## MATERIALS PROVIDED
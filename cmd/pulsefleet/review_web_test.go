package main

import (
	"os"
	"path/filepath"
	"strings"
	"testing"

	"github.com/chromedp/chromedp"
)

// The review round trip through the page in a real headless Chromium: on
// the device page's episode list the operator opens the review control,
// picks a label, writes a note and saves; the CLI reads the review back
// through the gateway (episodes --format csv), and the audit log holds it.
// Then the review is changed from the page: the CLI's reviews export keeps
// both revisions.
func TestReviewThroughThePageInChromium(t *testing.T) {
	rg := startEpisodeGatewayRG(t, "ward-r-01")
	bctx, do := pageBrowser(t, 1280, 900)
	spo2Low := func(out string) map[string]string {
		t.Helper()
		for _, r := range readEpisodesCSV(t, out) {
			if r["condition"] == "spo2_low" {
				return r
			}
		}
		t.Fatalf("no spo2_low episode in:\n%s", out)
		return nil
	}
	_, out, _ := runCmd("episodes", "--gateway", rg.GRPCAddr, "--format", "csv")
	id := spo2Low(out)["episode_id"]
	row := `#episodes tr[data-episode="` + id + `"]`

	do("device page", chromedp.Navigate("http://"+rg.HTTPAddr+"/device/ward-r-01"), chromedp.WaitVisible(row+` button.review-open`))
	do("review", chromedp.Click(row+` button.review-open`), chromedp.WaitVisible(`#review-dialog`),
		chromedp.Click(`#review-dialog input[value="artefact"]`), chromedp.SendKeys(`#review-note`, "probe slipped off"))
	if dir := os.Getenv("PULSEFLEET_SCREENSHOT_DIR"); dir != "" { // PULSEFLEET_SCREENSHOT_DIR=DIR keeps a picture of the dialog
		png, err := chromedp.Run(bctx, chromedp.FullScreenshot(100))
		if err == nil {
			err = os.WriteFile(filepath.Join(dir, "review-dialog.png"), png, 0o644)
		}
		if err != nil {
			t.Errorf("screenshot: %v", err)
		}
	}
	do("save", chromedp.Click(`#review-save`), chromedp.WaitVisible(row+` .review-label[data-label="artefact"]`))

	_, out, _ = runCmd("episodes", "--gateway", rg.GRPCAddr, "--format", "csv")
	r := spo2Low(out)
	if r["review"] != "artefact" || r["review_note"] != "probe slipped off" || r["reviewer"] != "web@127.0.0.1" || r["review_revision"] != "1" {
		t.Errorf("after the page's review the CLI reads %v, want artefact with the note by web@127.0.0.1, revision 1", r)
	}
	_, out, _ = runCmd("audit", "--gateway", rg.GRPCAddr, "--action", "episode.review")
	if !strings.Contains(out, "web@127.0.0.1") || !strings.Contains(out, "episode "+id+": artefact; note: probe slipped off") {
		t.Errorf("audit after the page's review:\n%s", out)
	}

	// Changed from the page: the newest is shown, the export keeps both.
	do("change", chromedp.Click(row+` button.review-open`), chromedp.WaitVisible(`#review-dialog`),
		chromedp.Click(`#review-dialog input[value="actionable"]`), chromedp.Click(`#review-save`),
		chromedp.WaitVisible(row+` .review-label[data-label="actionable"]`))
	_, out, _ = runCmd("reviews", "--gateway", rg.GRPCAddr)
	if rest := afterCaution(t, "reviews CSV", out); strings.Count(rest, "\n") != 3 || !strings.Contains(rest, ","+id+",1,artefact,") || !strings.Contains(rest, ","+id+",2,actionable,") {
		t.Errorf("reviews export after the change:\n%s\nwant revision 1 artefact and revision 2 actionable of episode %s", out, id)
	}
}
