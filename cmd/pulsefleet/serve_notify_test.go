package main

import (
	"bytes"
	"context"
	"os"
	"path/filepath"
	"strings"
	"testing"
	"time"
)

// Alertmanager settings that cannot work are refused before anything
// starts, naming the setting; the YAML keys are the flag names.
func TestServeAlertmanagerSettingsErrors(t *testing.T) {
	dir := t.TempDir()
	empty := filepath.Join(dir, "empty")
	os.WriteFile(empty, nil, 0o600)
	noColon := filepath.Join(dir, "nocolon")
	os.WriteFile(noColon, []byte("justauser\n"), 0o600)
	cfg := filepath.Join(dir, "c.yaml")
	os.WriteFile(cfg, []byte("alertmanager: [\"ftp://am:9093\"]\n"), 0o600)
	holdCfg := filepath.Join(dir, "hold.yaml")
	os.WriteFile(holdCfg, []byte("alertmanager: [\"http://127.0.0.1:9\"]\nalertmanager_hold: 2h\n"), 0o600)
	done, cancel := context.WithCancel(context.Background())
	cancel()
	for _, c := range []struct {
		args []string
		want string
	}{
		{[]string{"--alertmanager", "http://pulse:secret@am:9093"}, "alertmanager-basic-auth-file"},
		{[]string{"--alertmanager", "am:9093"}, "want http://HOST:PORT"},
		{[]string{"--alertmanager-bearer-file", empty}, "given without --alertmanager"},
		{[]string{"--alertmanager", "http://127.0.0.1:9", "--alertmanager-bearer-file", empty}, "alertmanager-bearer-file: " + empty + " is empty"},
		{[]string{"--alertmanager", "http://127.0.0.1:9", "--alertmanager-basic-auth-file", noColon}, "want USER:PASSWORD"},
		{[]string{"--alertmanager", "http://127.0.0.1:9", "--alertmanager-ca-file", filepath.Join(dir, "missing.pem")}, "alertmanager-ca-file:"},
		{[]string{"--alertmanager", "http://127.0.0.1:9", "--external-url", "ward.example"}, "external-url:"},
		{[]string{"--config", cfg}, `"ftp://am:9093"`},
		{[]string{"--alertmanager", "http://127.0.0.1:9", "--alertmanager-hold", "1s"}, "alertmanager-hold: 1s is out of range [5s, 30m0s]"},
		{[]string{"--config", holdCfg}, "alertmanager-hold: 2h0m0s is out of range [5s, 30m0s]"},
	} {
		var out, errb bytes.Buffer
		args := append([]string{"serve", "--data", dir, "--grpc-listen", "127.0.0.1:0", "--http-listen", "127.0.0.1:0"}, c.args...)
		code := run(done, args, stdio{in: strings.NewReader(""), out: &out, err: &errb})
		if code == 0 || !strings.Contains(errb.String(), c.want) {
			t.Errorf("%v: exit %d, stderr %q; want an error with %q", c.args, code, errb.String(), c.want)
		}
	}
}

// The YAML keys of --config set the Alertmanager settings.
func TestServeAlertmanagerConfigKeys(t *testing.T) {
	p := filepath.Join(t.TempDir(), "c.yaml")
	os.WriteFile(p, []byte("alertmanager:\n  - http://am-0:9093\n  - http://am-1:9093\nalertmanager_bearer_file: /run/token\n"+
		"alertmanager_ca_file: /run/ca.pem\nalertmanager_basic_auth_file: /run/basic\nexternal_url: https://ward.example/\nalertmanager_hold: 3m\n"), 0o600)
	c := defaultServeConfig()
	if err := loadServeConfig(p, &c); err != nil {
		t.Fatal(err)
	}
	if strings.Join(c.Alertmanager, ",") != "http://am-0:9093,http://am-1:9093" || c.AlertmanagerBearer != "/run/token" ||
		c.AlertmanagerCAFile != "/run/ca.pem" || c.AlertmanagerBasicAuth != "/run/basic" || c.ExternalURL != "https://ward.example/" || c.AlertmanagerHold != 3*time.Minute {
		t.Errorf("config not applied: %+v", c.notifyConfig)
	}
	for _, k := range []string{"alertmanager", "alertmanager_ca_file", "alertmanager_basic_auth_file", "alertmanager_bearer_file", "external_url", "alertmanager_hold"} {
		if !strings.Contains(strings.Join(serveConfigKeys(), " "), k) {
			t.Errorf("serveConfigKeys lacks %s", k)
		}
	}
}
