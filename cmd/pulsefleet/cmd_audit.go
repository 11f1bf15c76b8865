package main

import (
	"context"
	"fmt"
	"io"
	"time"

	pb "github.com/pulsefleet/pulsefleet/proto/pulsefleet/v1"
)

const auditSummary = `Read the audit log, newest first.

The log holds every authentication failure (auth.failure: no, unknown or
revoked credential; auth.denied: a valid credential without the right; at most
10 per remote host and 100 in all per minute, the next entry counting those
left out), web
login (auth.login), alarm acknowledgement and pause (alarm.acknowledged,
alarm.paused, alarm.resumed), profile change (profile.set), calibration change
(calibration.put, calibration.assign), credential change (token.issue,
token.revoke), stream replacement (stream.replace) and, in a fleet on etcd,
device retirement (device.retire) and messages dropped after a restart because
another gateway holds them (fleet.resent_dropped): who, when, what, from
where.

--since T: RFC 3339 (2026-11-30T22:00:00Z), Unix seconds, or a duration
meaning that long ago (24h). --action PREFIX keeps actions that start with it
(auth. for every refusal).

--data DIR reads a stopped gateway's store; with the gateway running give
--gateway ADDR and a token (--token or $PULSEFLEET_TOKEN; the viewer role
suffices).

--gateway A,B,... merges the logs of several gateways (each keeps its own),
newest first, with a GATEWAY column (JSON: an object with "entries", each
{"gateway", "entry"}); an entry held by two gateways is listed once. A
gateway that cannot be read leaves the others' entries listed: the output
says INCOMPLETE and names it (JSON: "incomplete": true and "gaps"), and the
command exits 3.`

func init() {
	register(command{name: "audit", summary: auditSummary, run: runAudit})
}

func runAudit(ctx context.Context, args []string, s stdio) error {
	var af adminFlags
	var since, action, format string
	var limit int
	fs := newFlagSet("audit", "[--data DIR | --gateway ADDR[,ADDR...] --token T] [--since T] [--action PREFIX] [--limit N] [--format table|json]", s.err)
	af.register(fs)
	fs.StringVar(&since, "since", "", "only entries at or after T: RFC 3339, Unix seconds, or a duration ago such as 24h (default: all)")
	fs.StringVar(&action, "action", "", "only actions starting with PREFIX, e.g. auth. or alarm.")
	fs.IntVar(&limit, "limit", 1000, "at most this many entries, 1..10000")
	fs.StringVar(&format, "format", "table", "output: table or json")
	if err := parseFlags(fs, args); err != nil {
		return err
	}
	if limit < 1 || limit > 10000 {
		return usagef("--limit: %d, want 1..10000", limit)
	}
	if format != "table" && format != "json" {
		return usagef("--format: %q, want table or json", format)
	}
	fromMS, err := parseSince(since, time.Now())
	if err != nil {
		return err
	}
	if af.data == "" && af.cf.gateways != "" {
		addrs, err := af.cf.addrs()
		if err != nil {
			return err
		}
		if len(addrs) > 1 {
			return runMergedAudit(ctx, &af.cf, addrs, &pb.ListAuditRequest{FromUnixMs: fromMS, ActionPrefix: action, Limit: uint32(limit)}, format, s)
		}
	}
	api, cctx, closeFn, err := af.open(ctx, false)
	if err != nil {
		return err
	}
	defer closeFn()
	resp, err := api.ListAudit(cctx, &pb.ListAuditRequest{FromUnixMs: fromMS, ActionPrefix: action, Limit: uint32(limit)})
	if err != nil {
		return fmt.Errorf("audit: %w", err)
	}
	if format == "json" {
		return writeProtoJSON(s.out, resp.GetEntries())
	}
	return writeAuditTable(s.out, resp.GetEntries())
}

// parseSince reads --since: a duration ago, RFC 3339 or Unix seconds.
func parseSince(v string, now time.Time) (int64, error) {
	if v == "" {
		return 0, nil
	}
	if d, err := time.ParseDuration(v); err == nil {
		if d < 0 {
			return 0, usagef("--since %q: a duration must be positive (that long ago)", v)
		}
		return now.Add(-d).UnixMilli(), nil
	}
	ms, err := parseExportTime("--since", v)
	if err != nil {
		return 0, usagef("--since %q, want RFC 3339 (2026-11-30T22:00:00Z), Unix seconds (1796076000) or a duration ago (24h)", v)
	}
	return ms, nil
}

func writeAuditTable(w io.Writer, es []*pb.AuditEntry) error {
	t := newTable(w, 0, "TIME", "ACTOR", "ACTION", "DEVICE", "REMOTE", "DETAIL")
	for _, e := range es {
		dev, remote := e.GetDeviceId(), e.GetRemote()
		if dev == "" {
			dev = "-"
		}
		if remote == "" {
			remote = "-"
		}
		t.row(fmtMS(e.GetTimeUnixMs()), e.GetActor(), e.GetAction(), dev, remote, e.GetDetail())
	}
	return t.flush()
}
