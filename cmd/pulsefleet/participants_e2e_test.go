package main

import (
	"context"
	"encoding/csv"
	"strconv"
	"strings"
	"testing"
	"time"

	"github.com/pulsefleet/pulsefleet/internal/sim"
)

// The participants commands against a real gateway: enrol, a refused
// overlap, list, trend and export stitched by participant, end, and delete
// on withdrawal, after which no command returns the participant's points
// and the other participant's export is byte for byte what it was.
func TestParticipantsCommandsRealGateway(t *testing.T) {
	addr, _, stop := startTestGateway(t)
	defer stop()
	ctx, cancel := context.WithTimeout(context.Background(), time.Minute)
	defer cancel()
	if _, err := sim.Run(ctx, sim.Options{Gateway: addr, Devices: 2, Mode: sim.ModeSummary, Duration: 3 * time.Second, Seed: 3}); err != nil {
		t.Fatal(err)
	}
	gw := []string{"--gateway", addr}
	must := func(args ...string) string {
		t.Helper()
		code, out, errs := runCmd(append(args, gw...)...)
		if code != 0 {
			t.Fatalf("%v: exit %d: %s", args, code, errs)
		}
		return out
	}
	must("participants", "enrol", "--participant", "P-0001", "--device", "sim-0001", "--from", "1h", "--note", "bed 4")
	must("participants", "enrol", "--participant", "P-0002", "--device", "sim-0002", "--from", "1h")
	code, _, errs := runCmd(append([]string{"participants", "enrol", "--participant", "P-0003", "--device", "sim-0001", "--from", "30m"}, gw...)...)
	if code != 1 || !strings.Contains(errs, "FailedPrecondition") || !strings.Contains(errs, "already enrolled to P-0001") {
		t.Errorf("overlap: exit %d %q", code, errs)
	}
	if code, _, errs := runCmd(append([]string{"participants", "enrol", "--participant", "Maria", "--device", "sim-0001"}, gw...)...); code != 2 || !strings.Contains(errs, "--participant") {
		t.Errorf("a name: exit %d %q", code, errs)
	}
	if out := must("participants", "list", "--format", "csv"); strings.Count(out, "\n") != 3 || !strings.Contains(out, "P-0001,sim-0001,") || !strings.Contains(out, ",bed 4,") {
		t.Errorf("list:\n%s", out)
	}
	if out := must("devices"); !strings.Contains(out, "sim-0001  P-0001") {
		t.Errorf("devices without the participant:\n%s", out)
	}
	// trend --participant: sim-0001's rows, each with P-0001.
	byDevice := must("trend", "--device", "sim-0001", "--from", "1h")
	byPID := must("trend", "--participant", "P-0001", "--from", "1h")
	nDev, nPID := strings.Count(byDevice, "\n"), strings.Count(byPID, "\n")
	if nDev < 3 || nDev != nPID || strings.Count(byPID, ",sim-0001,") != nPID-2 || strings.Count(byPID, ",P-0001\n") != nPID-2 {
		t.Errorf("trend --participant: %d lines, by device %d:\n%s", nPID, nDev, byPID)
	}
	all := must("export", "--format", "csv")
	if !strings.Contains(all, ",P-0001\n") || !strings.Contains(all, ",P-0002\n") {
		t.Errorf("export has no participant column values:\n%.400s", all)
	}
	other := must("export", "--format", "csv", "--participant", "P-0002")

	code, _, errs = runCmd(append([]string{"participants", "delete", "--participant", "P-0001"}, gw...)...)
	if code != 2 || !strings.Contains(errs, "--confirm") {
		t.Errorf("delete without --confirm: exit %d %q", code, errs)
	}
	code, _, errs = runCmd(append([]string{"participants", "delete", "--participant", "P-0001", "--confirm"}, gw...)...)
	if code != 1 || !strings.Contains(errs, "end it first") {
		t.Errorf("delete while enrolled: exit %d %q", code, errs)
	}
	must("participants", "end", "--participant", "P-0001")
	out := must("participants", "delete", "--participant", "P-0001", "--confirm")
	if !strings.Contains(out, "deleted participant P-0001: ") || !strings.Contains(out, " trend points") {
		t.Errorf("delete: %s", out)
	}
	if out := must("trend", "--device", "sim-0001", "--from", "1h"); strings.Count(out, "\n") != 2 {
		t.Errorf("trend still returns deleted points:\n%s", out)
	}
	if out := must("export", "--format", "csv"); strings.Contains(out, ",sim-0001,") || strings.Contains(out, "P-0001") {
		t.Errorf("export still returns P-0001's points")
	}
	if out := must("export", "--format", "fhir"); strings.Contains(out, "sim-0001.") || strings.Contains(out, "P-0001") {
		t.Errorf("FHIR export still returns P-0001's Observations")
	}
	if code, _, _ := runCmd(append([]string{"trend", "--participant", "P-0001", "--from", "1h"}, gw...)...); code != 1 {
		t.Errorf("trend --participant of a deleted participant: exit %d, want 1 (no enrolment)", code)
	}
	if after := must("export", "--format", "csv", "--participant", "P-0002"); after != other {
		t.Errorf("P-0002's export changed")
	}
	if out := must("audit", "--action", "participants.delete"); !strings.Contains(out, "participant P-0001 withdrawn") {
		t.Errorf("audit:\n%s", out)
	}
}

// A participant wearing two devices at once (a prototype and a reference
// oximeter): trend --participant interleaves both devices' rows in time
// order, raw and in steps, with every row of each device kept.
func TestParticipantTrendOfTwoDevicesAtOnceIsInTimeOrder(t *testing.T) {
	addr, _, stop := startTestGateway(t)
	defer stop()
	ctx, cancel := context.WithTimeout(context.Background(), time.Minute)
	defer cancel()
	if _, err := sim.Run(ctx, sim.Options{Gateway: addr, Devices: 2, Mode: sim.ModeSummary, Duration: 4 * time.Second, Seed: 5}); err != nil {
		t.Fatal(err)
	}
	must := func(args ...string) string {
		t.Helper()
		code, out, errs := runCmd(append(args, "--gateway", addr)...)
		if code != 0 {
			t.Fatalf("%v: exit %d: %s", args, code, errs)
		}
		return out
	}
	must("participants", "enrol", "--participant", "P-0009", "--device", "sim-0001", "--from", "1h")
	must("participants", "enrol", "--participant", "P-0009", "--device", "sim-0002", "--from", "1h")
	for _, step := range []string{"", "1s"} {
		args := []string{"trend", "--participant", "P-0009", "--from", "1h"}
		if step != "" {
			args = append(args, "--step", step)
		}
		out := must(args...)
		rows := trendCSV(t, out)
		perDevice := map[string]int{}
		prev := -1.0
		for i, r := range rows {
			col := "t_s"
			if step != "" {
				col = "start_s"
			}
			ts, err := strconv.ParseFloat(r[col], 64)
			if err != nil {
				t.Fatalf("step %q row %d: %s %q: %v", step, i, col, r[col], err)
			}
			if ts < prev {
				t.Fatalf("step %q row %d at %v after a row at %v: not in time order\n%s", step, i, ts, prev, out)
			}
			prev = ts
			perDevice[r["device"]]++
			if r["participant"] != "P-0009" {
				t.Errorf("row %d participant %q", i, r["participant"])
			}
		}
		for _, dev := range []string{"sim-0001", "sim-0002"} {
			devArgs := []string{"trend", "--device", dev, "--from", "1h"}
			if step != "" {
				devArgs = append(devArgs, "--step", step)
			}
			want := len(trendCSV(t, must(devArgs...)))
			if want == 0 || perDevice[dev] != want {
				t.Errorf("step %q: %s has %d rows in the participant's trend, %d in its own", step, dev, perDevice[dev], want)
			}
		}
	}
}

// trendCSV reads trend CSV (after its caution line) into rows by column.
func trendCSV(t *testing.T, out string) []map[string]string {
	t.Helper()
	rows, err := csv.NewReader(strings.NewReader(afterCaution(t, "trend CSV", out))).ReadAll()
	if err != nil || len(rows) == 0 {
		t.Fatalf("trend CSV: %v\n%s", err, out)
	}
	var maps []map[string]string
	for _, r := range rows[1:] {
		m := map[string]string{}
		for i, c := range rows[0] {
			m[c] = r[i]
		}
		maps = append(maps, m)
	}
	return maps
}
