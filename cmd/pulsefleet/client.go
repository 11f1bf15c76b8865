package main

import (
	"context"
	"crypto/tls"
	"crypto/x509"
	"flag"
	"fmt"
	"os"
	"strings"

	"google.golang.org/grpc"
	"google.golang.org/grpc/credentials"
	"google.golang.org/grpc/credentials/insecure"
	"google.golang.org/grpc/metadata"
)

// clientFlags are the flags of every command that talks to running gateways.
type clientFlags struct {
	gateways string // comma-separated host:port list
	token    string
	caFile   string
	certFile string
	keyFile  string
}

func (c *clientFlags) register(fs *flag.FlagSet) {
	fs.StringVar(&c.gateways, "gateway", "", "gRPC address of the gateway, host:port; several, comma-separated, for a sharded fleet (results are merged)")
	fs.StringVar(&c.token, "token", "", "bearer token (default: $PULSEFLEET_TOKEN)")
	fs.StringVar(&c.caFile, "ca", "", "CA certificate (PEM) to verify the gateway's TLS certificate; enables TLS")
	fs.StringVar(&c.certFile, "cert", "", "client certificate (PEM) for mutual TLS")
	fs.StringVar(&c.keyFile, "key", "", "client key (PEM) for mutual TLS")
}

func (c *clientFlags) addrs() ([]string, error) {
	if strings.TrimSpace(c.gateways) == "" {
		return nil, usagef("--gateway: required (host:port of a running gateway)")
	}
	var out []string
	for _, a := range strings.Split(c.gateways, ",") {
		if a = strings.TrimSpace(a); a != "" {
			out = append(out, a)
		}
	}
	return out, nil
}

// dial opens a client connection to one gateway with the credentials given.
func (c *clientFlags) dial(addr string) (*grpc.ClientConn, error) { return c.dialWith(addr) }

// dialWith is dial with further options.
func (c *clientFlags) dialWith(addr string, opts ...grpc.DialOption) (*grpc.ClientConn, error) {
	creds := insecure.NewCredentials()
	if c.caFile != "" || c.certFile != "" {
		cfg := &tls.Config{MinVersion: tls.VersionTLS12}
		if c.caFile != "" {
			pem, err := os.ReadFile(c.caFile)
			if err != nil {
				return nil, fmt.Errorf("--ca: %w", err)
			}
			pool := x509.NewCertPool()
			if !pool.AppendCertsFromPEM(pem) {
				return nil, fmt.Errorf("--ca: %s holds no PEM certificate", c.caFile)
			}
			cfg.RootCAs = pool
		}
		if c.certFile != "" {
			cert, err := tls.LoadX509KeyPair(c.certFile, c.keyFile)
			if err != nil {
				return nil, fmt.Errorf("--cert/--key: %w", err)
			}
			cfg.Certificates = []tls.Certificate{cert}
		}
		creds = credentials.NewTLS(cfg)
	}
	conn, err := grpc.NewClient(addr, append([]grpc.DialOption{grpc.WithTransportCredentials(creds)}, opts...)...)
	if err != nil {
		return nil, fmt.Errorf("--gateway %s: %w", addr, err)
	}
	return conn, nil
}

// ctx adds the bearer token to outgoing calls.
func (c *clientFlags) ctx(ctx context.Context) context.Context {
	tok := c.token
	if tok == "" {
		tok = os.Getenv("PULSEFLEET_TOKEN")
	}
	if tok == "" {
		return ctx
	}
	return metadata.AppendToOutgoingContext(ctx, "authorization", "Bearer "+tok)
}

## PROBLEM TO SOLVE
The reply should consist solely of the lines of the data, exact, from the opening line through the line with "func TestReviewThroughThePageInChromium(t *testing.T)", inclusive.

## RESPONSE FOR THIS EXERCISE
filename cmd/pulsefleet/review_web_test.go
package main

import (
	"os"
	"path/filepath"
	"strings"
	"testing"

	"github.com/chromedp/chromedp"
)

// The review round trip through the page in a real headless Chromium: on
// the device page's episode list the operator opens the review control,
// picks a label, writes a note and saves; the CLI reads the review back
// through the gateway (episodes --format csv), and the audit log holds it.
// Then the review is changed from the page: the CLI's reviews export keeps
// both revisions.
func TestReviewThroughThePageInChromium(t *testing.T) {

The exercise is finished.